In this paper, we introduced a text chat tool that displays learners’ typing process. The advanced feature of the system is the dual display mode: simultaneous display corresponding to non-verbal expression and classic text chat display that shows learners past history of dialog. We also developed tools for post analysis such as typing speed calculation or discussion visualization. Using this chat system, preliminary evaluation was carried out and revealed that the system can improve the ease of conversation. However, there was no essential difference of dialog acts between proposed system and usual text chat system. Learners’ comments show both the merit and demerit for the proposed system. For example, it is good for improving awareness, but there is possibility not submitting completed sentences when they could see each other’s typing letters.

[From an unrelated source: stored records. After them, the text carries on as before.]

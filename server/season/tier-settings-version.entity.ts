import { Column, CreateDateColumn, Entity, PrimaryGeneratedColumn } from 'typeorm';
import type { TierSettings } from '../../shared/tier';

/** Every version of the tier weights and cut points, newest in force, each with who and why. */
@Entity({ name: 'tier_settings_versions' })
export class TierSettingsVersionEntity {
  @PrimaryGeneratedColumn({ type: 'integer' })
  id: number;

  @Column({ type: 'jsonb' })
  settings: TierSettings;

  @Column({ name: 'changed_by', type: 'uuid', nullable: true })
  changedBy: string | null;

  @Column({ type: 'text' })
  reason: string;

  @CreateDateColumn({ name: 'created_at', type: 'timestamptz' })
  createdAt: Date;
}
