import { useId, useState } from 'react';
import { useTranslation } from 'react-i18next';
import type { FlagDto } from '../../../../shared/api/flags.schema';
import { FormMessage } from '../../../components/form';
import { isApiError } from '../../../lib/api-client';
import { useSession } from '../../../app/session';
import { useApproveFlag, useRejectFlag } from '../api/decide-flag.api';
import { useRenderMessage } from '../message';

/**
 * Sign-off of one open flag: approve (the message can be edited first) or reject with a reason. The flag's
 * version goes with the decision, so a flag another supervisor decided meanwhile is refused, and said so.
 * The message is shown in the supervisor's language, worded from the numbers (for a superseded flag, from
 * the district's tier now); left as shown, none is sent and every reader gets it in their own language.
 * A lapsed flag can only be rejected.
 */
export function DecisionForm({ flag }: { flag: FlagDto }) {
  const { t } = useTranslation('flags');
  const id = useId();
  const me = useSession();
  const approve = useApproveFlag();
  const reject = useRejectFlag();
  const render = useRenderMessage();
  const proposed = render(flag.proposal);
  const lapsed = flag.status === 'lapsed';
  const [message, setMessage] = useState(proposed);
  const [reason, setReason] = useState('');
  const [chosen, setMode] = useState<'approve' | 'reject'>('approve');
  const mode = lapsed ? 'reject' : chosen;
  if (flag.status !== 'open' && !lapsed) return null;
  if (flag.raisedBy?.id === me.id) return <FormMessage kind="info">{t('decision.ownFlag')}</FormMessage>;

  const error = approve.error ?? reject.error;
  const errorText = error
    ? isApiError(error) && error.code === 'flag_decided'
      ? t('decision.decidedMeanwhile')
      : isApiError(error) && error.code === 'flag_changed'
        ? t('decision.changedMeanwhile')
        : isApiError(error) && error.code === 'flag_lapsed'
          ? t('decision.lapsedMeanwhile')
          : error.message
    : null;
  const busy = approve.isPending || reject.isPending;
  const done = approve.isSuccess ? t('decision.approved') : reject.isSuccess ? t('decision.rejected') : null;

  return (
    <div className="space-y-3 border-t border-line pt-3">
      <FormMessage kind="error">{errorText}</FormMessage>
      <FormMessage kind="success">{done}</FormMessage>
      {lapsed ? <FormMessage kind="info">{t('decision.lapsedNoApprove')}</FormMessage> : null}
      <div role="radiogroup" aria-label={t('decision.label')} className="flex flex-wrap gap-4" hidden={lapsed}>
        <label className="flex min-h-6 items-center gap-2 py-1">
          <input type="radio" className="size-5" name={`${id}-mode`} checked={mode === 'approve'} onChange={() => setMode('approve')} /> {t('decision.approve')}
        </label>
        <label className="flex min-h-6 items-center gap-2 py-1">
          <input type="radio" className="size-5" name={`${id}-mode`} checked={mode === 'reject'} onChange={() => setMode('reject')} /> {t('decision.reject')}
        </label>
      </div>
      {mode === 'approve' ? (
        <form
          className="space-y-2"
          onSubmit={(e) => {
            e.preventDefault();
            approve.mutate({ id: flag.id, body: { version: flag.version, ...(message.trim() !== proposed.trim() ? { message: message.trim() } : {}) } });
          }}
        >
          <label htmlFor={`${id}-message`} className="field-label">
            {flag.superseded ? t('decision.messageSuperseded') : t('decision.message')}
          </label>
          <textarea id={`${id}-message`} className="input min-h-32" value={message} onChange={(e) => setMessage(e.currentTarget.value)} maxLength={2000} />
          <button type="submit" className="btn btn-primary" disabled={busy || message.trim().length < 10}>
            {approve.isPending ? t('decision.approving') : t('decision.approveAndSend')}
          </button>
        </form>
      ) : (
        <form
          className="space-y-2"
          onSubmit={(e) => {
            e.preventDefault();
            reject.mutate({ id: flag.id, body: { version: flag.version, reason: reason.trim() } });
          }}
        >
          <label htmlFor={`${id}-reason`} className="field-label">
            {t('decision.reason')}
          </label>
          <textarea id={`${id}-reason`} className="input" value={reason} onChange={(e) => setReason(e.currentTarget.value)} maxLength={500} />
          <button type="submit" className="btn btn-secondary" disabled={busy || reason.trim().length < 3}>
            {reject.isPending ? t('decision.rejecting') : t('decision.rejectFlag')}
          </button>
        </form>
      )}
    </div>
  );
}
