import { useTranslation } from 'react-i18next';
import { PageHeading } from '../../components/page-heading';
import { FormMessage } from '../../components/form';
import { isForbidden } from '../../lib/api-client';
import { errorText } from '../../lib/error-text';
import { NotAllowedPage } from '../../app/not-allowed.page';
import { useUsers } from './api/users.api';
import { InviteUserForm } from './components/invite-user.form';
import { UsersTable } from './components/users.table';

export function UsersAdminPage() {
  const { t } = useTranslation('users');
  const users = useUsers();
  if (isForbidden(users.error)) return <NotAllowedPage />;
  return (
    <section aria-labelledby="page-title">
      <PageHeading lead={t('page.lead')}>{t('page.title')}</PageHeading>
      <div className="space-y-8">
        <div className="min-w-0">
          {users.isPending ? (
            <p className="text-ink-muted">{t('page.loading')}</p>
          ) : users.isError ? (
            <FormMessage kind="error">{errorText(users.error)}</FormMessage>
          ) : (
            <UsersTable users={users.data} />
          )}
        </div>
        <div className="card">
          <InviteUserForm />
        </div>
      </div>
    </section>
  );
}
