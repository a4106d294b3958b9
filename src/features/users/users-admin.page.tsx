import { PageHeading } from '../../components/page-heading';
import { FormMessage } from '../../components/form';
import { isForbidden } from '../../lib/api-client';
import { NotAllowedPage } from '../../app/not-allowed.page';
import { useUsers } from './api/users.api';
import { InviteUserForm } from './components/invite-user.form';
import { UsersTable } from './components/users.table';

export function UsersAdminPage() {
  const users = useUsers();
  if (isForbidden(users.error)) return <NotAllowedPage />;
  return (
    <section aria-labelledby="page-title">
      <PageHeading lead="Invite people, set their role and districts, and deactivate accounts that are no longer needed.">
        Users
      </PageHeading>
      <div className="space-y-8">
        <div className="min-w-0">
          {users.isPending ? (
            <p className="text-ink-muted">Loading users…</p>
          ) : users.isError ? (
            <FormMessage kind="error">{users.error.message}</FormMessage>
          ) : (
            <UsersTable users={users.data} />
          )}
        </div>
        <div className="card">
          <InviteUserForm />
        </div>
      </div>
    </section>
  );
}
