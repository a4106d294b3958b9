import type { RunWarning } from '../../shared/api/problems.schema';
import { Check, Column, Entity, Index, PrimaryGeneratedColumn } from 'typeorm';

export type SeasonRunStatus = 'running' | 'succeeded' | 'failed';

/** One season run: when, how far it got, what it wrote and what it warned about. */
@Entity({ name: 'season_runs' })
@Index('season_runs_started_idx', ['startedAt'])
@Check('season_runs_status_check', "status IN ('running', 'succeeded', 'failed')")
@Check('season_runs_kind_check', "kind IN ('nightly', 'manual')")
export class SeasonRunEntity {
  @PrimaryGeneratedColumn('uuid')
  id: string;

  @Column({ type: 'text' })
  kind: 'nightly' | 'manual';

  /** Full recomputation, or only districts whose inputs changed since the last good run. */
  @Column({ type: 'boolean', default: false })
  full: boolean;

  @Column({ type: 'text' })
  status: SeasonRunStatus;

  @Column({ name: 'requested_by', type: 'uuid', nullable: true })
  requestedBy: string | null;

  @Column({ name: 'started_at', type: 'timestamptz' })
  startedAt: Date;

  @Column({ name: 'finished_at', type: 'timestamptz', nullable: true })
  finishedAt: Date | null;

  /** The day the run computed up to (inclusive). */
  @Column({ name: 'as_of', type: 'date' })
  asOf: string;

  @Column({ name: 'districts_total', type: 'integer', default: 0 })
  districtsTotal: number;

  @Column({ name: 'districts_done', type: 'integer', default: 0 })
  districtsDone: number;

  @Column({ name: 'districts_skipped', type: 'integer', default: 0 })
  districtsSkipped: number;

  @Column({ name: 'rows_written', type: 'integer', default: 0 })
  rowsWritten: number;

  @Column({ type: 'jsonb', default: () => "'[]'" })
  /** Codes with parameters (shared/api/problems.schema.ts), worded by the Season runs screen. */
  warnings: RunWarning[];

  /** How many warnings the run raised in all; `warnings` keeps at most WARNINGS_KEPT of them. */
  @Column({ name: 'warnings_total', type: 'integer', default: 0 })
  warningsTotal: number;

  /** Why the run as a whole stopped: a code (`interrupted`, `drill_stopped`, or an error's reason code). */
  @Column({ type: 'text', nullable: true })
  error: string | null;
}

We also added function of displaying DA face mark. This is to enhance logical discussion at the same time being remained in a relaxed mood. Efficiency of this function would be assessed in the next step.
Because so far we only focused on the conversation and did not assess how much participants actually learned during the discussion, we are now planning to apply this tool for more knowledge centric CSCL environment. We think we can find more detailed advantage and limitations of approach in realistic condition.